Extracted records
□ □ □

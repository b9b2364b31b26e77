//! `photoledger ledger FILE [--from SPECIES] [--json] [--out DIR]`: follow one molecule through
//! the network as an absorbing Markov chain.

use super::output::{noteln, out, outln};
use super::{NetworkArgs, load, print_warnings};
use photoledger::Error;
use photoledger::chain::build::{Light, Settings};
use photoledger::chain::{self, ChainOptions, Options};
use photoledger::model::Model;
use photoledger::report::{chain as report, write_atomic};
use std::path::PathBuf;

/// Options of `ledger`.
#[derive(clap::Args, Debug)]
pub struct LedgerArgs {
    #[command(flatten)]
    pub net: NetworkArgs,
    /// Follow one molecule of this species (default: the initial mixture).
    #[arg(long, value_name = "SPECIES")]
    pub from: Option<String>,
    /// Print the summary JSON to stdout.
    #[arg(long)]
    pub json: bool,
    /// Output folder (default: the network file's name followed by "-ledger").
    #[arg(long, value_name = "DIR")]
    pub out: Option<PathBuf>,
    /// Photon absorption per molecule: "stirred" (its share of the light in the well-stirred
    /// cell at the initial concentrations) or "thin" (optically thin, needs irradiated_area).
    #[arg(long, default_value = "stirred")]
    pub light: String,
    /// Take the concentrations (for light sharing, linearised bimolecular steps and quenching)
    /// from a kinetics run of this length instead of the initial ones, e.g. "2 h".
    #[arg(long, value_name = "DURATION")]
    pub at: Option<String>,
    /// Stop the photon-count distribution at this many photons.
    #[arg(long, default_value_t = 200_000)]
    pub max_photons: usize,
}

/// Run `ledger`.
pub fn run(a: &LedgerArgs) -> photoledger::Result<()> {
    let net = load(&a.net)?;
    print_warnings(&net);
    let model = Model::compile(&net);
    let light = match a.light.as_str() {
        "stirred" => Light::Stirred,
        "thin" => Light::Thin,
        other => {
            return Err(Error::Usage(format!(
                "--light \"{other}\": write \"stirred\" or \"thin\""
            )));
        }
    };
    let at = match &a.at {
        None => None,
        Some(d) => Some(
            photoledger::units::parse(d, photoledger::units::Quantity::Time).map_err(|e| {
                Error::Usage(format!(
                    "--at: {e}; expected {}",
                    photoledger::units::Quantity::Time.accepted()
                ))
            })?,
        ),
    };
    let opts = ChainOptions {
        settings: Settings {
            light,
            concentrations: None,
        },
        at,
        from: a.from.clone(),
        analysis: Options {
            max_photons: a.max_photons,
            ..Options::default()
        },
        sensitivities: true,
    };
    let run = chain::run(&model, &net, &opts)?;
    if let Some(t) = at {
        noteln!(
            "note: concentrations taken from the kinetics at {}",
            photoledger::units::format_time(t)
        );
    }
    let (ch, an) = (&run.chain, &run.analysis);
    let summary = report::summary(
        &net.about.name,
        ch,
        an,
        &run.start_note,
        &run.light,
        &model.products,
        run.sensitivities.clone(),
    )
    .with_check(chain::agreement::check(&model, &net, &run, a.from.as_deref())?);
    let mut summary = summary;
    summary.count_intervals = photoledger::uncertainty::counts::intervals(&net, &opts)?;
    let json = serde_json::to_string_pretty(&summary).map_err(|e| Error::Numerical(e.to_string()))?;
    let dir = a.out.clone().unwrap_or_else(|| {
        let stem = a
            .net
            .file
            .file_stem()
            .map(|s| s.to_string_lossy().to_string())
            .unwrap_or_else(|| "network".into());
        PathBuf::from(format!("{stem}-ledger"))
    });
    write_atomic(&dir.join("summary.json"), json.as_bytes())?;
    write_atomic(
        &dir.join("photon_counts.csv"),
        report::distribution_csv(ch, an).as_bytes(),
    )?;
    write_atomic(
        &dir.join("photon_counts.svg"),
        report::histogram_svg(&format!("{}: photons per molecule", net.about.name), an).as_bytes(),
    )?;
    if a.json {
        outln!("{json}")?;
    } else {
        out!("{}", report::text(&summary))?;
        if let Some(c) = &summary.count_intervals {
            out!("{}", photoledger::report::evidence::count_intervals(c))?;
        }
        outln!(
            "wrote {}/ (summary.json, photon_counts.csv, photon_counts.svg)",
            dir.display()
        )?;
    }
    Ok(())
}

□ □ □

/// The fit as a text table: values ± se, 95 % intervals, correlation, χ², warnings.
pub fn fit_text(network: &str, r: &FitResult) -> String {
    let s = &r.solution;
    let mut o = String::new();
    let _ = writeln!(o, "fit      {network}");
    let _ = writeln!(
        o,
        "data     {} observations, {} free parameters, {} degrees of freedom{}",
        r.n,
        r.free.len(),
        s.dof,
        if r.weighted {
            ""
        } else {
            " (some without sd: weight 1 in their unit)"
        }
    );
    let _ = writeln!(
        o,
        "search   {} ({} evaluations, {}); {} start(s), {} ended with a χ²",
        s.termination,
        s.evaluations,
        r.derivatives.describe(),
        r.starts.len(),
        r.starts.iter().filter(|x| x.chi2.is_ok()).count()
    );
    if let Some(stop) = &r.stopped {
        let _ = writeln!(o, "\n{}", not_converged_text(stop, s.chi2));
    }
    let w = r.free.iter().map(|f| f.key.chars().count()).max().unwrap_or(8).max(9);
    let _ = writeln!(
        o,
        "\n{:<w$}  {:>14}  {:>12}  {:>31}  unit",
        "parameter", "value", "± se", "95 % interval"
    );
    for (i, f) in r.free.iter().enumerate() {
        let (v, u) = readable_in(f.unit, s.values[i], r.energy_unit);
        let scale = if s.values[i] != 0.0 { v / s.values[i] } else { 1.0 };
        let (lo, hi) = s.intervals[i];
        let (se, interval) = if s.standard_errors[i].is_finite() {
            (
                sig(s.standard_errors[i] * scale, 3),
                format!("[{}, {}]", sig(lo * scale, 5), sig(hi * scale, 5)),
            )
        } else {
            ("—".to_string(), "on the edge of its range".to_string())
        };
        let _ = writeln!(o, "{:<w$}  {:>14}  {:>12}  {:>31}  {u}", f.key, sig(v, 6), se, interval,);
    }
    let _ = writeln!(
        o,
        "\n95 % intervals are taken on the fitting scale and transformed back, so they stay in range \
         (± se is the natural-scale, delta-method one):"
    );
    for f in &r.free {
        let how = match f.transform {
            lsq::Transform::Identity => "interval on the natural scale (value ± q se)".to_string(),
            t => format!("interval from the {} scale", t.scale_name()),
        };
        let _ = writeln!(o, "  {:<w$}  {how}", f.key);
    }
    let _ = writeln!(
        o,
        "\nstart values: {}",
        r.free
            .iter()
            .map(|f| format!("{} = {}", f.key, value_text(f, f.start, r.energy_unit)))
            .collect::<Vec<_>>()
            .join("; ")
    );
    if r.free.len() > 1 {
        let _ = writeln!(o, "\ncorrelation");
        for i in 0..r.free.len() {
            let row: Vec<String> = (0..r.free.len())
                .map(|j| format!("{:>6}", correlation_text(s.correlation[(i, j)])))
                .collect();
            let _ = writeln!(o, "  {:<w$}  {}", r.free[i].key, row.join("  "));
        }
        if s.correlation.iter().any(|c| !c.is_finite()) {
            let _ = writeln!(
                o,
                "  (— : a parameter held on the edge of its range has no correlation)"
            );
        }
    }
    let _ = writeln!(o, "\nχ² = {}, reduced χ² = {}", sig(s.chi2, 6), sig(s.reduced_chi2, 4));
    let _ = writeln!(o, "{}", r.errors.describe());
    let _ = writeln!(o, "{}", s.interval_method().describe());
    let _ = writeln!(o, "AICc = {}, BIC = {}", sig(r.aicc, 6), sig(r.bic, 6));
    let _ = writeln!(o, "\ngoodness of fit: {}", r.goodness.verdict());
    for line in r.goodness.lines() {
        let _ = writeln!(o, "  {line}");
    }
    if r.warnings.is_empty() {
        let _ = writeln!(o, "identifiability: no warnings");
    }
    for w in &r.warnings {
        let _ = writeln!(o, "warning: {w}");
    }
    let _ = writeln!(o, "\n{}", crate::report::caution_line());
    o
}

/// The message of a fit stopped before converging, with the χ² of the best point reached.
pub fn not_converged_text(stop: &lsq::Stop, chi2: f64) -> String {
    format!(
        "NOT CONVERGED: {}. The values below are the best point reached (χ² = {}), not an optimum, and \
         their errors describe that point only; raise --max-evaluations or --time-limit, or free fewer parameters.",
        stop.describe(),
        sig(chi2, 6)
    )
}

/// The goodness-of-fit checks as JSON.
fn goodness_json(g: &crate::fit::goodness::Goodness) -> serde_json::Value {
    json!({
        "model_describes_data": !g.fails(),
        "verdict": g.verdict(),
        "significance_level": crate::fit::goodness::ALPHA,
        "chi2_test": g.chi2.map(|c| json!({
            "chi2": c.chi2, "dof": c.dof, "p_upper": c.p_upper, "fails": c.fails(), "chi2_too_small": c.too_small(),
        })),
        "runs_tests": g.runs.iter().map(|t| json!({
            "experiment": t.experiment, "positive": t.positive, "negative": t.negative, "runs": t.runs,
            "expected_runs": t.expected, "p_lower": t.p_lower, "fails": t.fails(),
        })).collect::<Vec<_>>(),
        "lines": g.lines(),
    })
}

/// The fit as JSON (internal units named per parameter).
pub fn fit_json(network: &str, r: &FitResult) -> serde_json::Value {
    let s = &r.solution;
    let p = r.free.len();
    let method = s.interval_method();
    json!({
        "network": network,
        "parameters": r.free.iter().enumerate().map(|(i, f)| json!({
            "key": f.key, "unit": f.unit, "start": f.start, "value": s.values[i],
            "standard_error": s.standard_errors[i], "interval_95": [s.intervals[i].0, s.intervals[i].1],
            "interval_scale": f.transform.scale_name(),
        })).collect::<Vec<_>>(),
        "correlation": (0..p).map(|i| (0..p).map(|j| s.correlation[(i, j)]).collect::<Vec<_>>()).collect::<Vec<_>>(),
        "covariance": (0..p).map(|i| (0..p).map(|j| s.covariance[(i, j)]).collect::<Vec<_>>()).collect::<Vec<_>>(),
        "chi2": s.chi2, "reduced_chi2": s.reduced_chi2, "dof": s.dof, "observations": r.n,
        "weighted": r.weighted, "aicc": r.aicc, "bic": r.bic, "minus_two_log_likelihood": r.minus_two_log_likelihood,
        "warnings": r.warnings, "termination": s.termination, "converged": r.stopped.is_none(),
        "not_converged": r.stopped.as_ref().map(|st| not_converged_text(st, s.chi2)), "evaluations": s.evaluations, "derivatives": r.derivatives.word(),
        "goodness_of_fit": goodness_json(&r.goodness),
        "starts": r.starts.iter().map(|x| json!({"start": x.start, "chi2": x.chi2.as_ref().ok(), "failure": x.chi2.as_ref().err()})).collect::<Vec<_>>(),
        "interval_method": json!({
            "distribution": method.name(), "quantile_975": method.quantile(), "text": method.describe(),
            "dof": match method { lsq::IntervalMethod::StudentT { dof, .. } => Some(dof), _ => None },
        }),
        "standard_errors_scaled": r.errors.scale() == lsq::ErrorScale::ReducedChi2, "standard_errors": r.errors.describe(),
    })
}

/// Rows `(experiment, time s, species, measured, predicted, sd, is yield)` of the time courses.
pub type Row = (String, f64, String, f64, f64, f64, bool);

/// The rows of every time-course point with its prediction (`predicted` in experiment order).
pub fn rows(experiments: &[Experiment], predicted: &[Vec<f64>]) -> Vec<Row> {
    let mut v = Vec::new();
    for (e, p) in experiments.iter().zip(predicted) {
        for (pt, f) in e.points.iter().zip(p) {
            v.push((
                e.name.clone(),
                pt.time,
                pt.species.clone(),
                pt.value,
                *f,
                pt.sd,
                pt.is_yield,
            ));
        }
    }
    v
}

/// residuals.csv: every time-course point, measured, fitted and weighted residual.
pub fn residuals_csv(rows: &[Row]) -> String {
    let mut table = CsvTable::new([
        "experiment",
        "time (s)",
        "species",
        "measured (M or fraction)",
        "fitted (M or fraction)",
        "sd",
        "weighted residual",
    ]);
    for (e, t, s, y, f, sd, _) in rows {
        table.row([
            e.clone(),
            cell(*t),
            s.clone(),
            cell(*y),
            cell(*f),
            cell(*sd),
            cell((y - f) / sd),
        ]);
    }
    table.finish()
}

□ □ □

Show the lines from the data above that contain the string "Quantity".

            photoledger::units::parse(d, photoledger::units::Quantity::Time).map_err(|e| {
                    photoledger::units::Quantity::Time.accepted()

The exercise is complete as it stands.